These parents cannot delight in their children because they are so preoccupied with their own unmet needs. Children are their responsibility and their role, but not their heart’s desire. These parents typically react to their children with cynicism and indifference, or criticism and control, rather than joy and camaraderie. It is a losing battle to feel emotionally close to such a parent.
What you learn from your parents can affect your most intimate adult relationships. Deep down, you may feel unimportant to others because in childhood you didn’t feel like you had much to offer – at least not enough to fully engage your parents. Tragically, this may have caused you to gravitate toward adult relationships where emotional security was tenuous at best. This wouldn’t seem strange to you because the lack of commitment to you would feel normal. You might have concluded that relationships offer crumbs not banquets.
Are you terrified that you will be found boring if you’re just being yourself? If so, you will hustle for acceptance, trying hard to make yourself more valuable, admirable, and lovable in other people’s eyes. You may believe you will be overlooked unless you convincingly market yourself as something exceptional. How exhausting!
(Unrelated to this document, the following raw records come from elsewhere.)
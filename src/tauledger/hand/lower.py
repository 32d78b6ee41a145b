"""The lower edge by hand: per coupling or bypass capacitor the resistance that it faces, all other shorts shorted.

Source of the short-circuit time constants: Gray, Hurst, Lewis and Meyer, Analysis and Design of Analog Integrated
Circuits, 5th ed., 2009, sec. 7.4.
"""

from __future__ import annotations

import math
from collections.abc import Mapping, Sequence

import numpy as np
from msgspec.structs import replace

from tauledger.circuit import GROUND
from tauledger.devices.family import Device
from tauledger.errors import NetworkError
from tauledger.hand.budget import resistance_across
from tauledger.hand.combine import Combined
from tauledger.hand.equivalent import EquivalentCircuit, equivalent_circuit, joined, joined_nodes
from tauledger.hand.estimate import LookingIn, LowerRow
from tauledger.hand.figures import plain
from tauledger.hand.nodes import node_name, node_title
from tauledger.network.bands import Bands
from tauledger.network.lower import ShortConstant, coupling_groups, short_constants
from tauledger.network.shares import zero_shares
from tauledger.network.solve import response
from tauledger.quantity import engineering

WEIGHT_IN_PATH = 0.05
EDGE_IN_PATH = 0.02
OWNS = 0.5
BLOCKS = 1e-6
ACCEPTED = 0.01


def lower_rows(bands: Bands, devices: tuple[Device, ...]) -> tuple[LowerRow, ...]:
    """Give one row per short capacitor, parallel ones taken together, in the order of the file.

    Hand: the resistance across it by looking-in rules, edge 1/(2π·R·C). zero_hz = f_k·H(open)/H(short) is the zero
    that it makes alone. A row counts if the gain is at least 5 % lower with the capacitor open, or if its part of Σ
    |f_k·(1 − H(open)/H(short))| is at least 2 %: supply decoupling, which the signal does not need, does not.
    Capacitors with both ends at one node make no row.
    Raises NetworkError where the mid-band circuit has no unique solution.
    """
    network = bands.network
    shorts = {
        p.name for p in network.parts if p.kind == "capacitance" and bands.class_of[p.name] == "short" and p.value
    }
    opens = {p.name for p in network.parts if p.kind in ("capacitance", "transcapacitance")} - shorts
    opens -= bands.gain_setting
    chokes = {p.name for p in network.parts if p.kind == "inductance" and bands.class_of[p.name] == "open"}
    direct = _direct_nodes(bands)
    found: list[tuple[LowerRow, float]] = []
    for group in coupling_groups(bands):
        ends = sorted(direct[node] for node in group[0].nodes)
        if ends[0] == ends[1]:
            continue
        names = tuple(part.name for part in group)
        smaller, merged = joined(network, shorts - {*names}, {*names, *opens, *chokes})
        circuit = equivalent_circuit(smaller, merged, devices, network, bands.s_mid)
        a, b = (circuit.at[node] for node in ends)
        if a == b:
            continue
        found.append(_row(bands, circuit, (a, b), names, sum(part.value for part in group)))
    setting = _setting(bands) if bands.gain_setting else ()
    scale = sum(abs(weight * row.edge_exact_hz) for row, weight in found)
    scale += sum(abs(constant.weight * constant.edge_hz) for constant in setting)
    return (*(_judged(row, weight, scale) for row, weight in found), *map(_gain_row, setting))


def zero_owner(bands: Bands, rows: Sequence[LowerRow], zero: complex) -> LowerRow | None:
    """Give the row whose capacitors a zero (rad/s) of the lower network depends on by half or more, else None."""
    try:
        shares = zero_shares(bands.lower, zero)
    except NetworkError:
        return None
    held = {row: math.fsum(shares.get(name, 0.0) for name in row.parts) for row in rows if row.in_path}
    owner = max(held, key=lambda row: held[row], default=None)
    return owner if owner is not None and held[owner] >= OWNS else None


def nearest_zero_owner(bands: Bands, rows: Sequence[LowerRow], combined: Combined) -> LowerRow | None:
    """Give the owner of the highest visible zero of the lower network, the one nearest mid-band."""
    zeros = combined.roots.zeros[combined.roots.zeros != 0]
    return zero_owner(bands, rows, complex(zeros[np.argmax(np.abs(zeros))])) if len(zeros) else None


def _row(
    bands: Bands, circuit: EquivalentCircuit, ends: tuple[str, str], names: tuple[str, ...], farad: float
) -> tuple[LowerRow, float]:
    """Give the row, not yet judged, and its weight 1 − H(open)/H(short)."""
    seen = resistance_across(circuit, *ends)
    exact = circuit.across(*ends)
    if circuit.s_mid:
        exact = _parallel_ohm(circuit, *ends)
        if abs(seen.ohm - exact) > ACCEPTED * abs(exact):
            seen = _solved(exact, "the capacitors that set the gain are part of it")
    edge = _edge(exact, farad)
    passed = _gain_left(bands, circuit)
    row = LowerRow(
        parts=names,
        title=_title(circuit, ends, passed, bands, names),
        farad=farad,
        resistance=seen,
        resistance_exact_ohm=exact,
        edge_hand_hz=_edge(seen.ohm, farad),
        edge_exact_hz=edge,
        zero_hz=edge * passed,
        in_path=True,
    )
    return row, 1.0 - passed


def _setting(bands: Bands) -> tuple[ShortConstant, ...]:
    return tuple(row for row in short_constants(bands).parts if bands.gain_setting.issuperset(row.names))


def _gain_row(constant: ShortConstant) -> LowerRow:
    """Give the row of capacitors that set the gain: what they hold of the poles below mid-band."""
    return LowerRow(
        parts=constant.names,
        title=f"gain-setting {' ‖ '.join(constant.names)}",
        farad=constant.value,
        resistance=_solved(constant.resistance_ohm, f"its part of the poles below mid-band, {_hertz(constant)}"),
        resistance_exact_ohm=constant.resistance_ohm,
        edge_hand_hz=constant.edge_hz,
        edge_exact_hz=constant.edge_hz,
        zero_hz=constant.zero_hz,
        in_path=constant.in_path and constant.edge_hz > 0.0,
    )


def _hertz(constant: ShortConstant) -> str:
    return engineering(constant.edge_hz, "Hz", 3)


def _solved(ohm: float, why: str) -> LookingIn:
    return LookingIn(ohm, "solved", f"R = {plain(ohm)}, solved: {why}", (), "solved")


def _parallel_ohm(circuit: EquivalentCircuit, a: str, b: str) -> float:
    """Give 1/Re(1/Z) in ohm, Z the complex impedance between two nodes at mid-band."""
    rows = [(circuit.row[node], sign) for node, sign in ((a, 1.0), (b, -1.0)) if node != GROUND]
    z = sum(si * sj * complex(circuit.whole[i, j]) for i, si in rows for j, sj in rows)
    siemens = (1.0 / z).real if z else math.inf
    return 1.0 / siemens if siemens else math.inf


def _judged(row: LowerRow, weight: float, scale: float) -> LowerRow:
    part = abs(weight * row.edge_exact_hz) / scale if scale else 0.0
    if weight >= WEIGHT_IN_PATH or part >= EDGE_IN_PATH:
        return row
    named, _, how = row.title.partition(", ")
    where = how.partition(" ")[2]
    return replace(row, title=f"{named}, decoupling {where}", in_path=False)


def _gain_left(bands: Bands, circuit: EquivalentCircuit) -> float:
    """Give H(open)/H(short): the part of the mid-band gain that is left with the capacitor open."""
    at_hz = bands.midband.frequency_hz if bands.gain_setting else 0.0
    short = complex(response(bands.upper, np.array([at_hz]))[0])
    left = float((circuit.response / short).real)
    return 0.0 if abs(left) < BLOCKS else left


def _title(
    circuit: EquivalentCircuit, ends: tuple[str, str], passed: float, bands: Bands, names: tuple[str, ...]
) -> str:
    """Say "C2, bypass at emitter of Q1 (e)", "C1, coupling into base of Q1 (b)": into the end that rests when open.

    A capacitor between two live nodes that signal passes without it, as in series with a feedback resistor, is neither.

    Where other shorts join the capacitor with a better known node, its own node is named: it is soldered there.
    """
    live = [node for node in ends if node != GROUND]
    still = min(live, key=lambda node: abs(circuit.voltage[circuit.row[node]]))
    own = [node for node in bands.network.part(names[0]).nodes if circuit.at[node] == still]
    title = node_title(circuit, still) if node_name(circuit, still) in own or not own else f"node {own[0]}"
    if len(live) == 2 and passed != 0.0:
        far = next(node for node in live if node != still)
        return f"{' ‖ '.join(names)}, between {node_title(circuit, far)} and {title}"
    return f"{' ‖ '.join(names)}, {'coupling into' if passed == 0.0 else 'bypass at'} {title}"


def _direct_nodes(bands: Bands) -> Mapping[str, str]:
    """Give every node's group with nothing joined but sources and short inductors."""
    network = bands.network
    joins = {p.name for p in network.parts if p.kind == "inductance" and bands.class_of[p.name] != "open"}
    joins |= {p.name for p in network.parts if p.kind == "voltage source" and not network.amplitude(p)}
    return joined_nodes(network, joins)


def _edge(ohm: float, farad: float) -> float:
    return 0.0 if math.isinf(ohm) or not ohm else 1.0 / (2.0 * math.pi * ohm * farad)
Do you feel you have to promote a certain image to make others believe you are worthwhile enough to matter to them? Yet when someone shows real interest in you, do you panic that closeness will reveal you as an imposter lacking in substance and real worth?
Just being a living, vibrant child should have been enough to make a healthy parent love and enjoy you. But immature parents are too fixated on their own issues to appreciate the individuality of their unique child. You had plenty within you to be loved, but your emotionally limited parent might have been blind to the inner richness of you.
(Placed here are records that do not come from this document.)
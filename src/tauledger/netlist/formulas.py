"""Formulas of both dialects as trees: what the text says, before any value is known.

Numeric: {..}, '..', .param. Behavioural: B, E, G, and R C L given by a formula. One builder makes both parsers; what is
particular to a dialect comes from its own file.
"""

from __future__ import annotations

from collections.abc import Callable, Iterator, Sequence
from types import SimpleNamespace
from typing import TYPE_CHECKING, Any

from msgspec import Struct

if TYPE_CHECKING:
    from lark import Lark, Token


class Number(Struct, frozen=True):
    """A number; `at` is its offset in the formula, as everywhere in a tree."""

    value: float
    at: int


class Name(Struct, frozen=True):
    """A parameter."""

    text: str
    at: int


class Operation(Struct, frozen=True):
    """A sign or denial with one operand, an operator with two, or "?" with three."""

    operator: str
    operands: tuple[Tree, ...]
    at: int


class Call(Struct, frozen=True):
    """A function with its arguments."""

    function: str
    arguments: tuple[Tree, ...]
    at: int


class Probe(Struct, frozen=True):
    """v(plus, minus), v(plus) or i(element) in a behavioural expression; the names are not expressions."""

    kind: str
    names: tuple[str, ...]
    at: int


Tree = Number | Name | Operation | Call | Probe


class Formula(Struct, frozen=True):
    """A formula on a card: the text between its braces or quotes, the tree, and where it stands.

    at: offset of its first character in the card, brace included. inner: offset of the text.
    """

    text: str
    at: int
    inner: int
    tree: Tree


class Behaviour(Struct, frozen=True):
    """A behavioural expression: its text, where it and its text begin in the card, and the tree."""

    text: str
    at: int
    inner: int
    tree: Tree


def names(tree: Tree) -> Iterator[str]:
    """Run through the parameter names that a tree mentions, as written."""
    match tree:
        case Name(text=text):
            yield text
        case Operation(operands=inner) | Call(arguments=inner):
            for part in inner:
                yield from names(part)
        case Number() | Probe():
            return


def formula_parser(grammar: str, number: Callable[[str], float], *rules: Callable[[Sequence[Token]], Any]) -> Lark:
    """Build the parser of one dialect, which gives trees of the records above.

    grammar: its file. number: how this dialect reads a number. rules: what it has beyond the other, each named as in
    the grammar.
    """
    from lark import Lark

    def read(children: Sequence[Token]) -> Number:
        return Number(number(str(children[0])), offset(children[0]))

    def name(children: Sequence[Token]) -> Name:
        return Name(str(children[0]), offset(children[0]))

    def leading(children: Sequence[Any]) -> Operation:
        return Operation("negative" if children[0] == "-" else "positive", (children[1],), offset(children[0]))

    def denial(children: Sequence[Any]) -> Operation:
        return Operation("!", (children[1],), offset(children[0]))

    def binary(children: Sequence[Any]) -> Operation:
        return Operation(str(children[1]), (children[0], children[2]), offset(children[1]))

    def choose(children: Sequence[Any]) -> Operation:
        return Operation("?", tuple(children), children[0].at)

    def call(children: Sequence[Any]) -> Call:
        return Call(str(children[0]), tuple(children[1:]), offset(children[0]))

    named = {rule.__name__: rule for rule in (name, leading, denial, binary, choose, call, *rules)}
    build = SimpleNamespace(number=read, **named)
    return Lark.open_from_package(
        "tauledger.grammar", grammar, ("",), parser="lalr", lexer="contextual", transformer=build
    )


def offset(token: Token) -> int:
    """Give where a token starts in its text."""
    return token.start_pos or 0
Emotionally immature parents cannot delight in their child because they are not attuned to their own inner life. They have never found their own real individuality and so cannot perceive it in their child. Their inner life is scary and repressed, so there is no emotional center from which they can resonate with their child.
Fortunately, you can reverse these feelings of unlovability if you become conscious of them and where they came from. You can always start anew to become interested in and committed to yourself, and what you want to accomplish.
The first step is one of radical trust. As a human being, you came into this world brimming with what it takes to be loved. Just by the miracle of being alive, you are completely capable of eliciting other people’s interest and concern – as long as they have the maturity to value someone outside of themselves. At first you can accept your lovability as a matter of faith, but later you can consciously trust that of course you have enough in you to be loved and celebrated, even if you don’t feel that way at times. Once you connect to this truth about yourself, you will be attracted to emotionally mature people who see that in you too.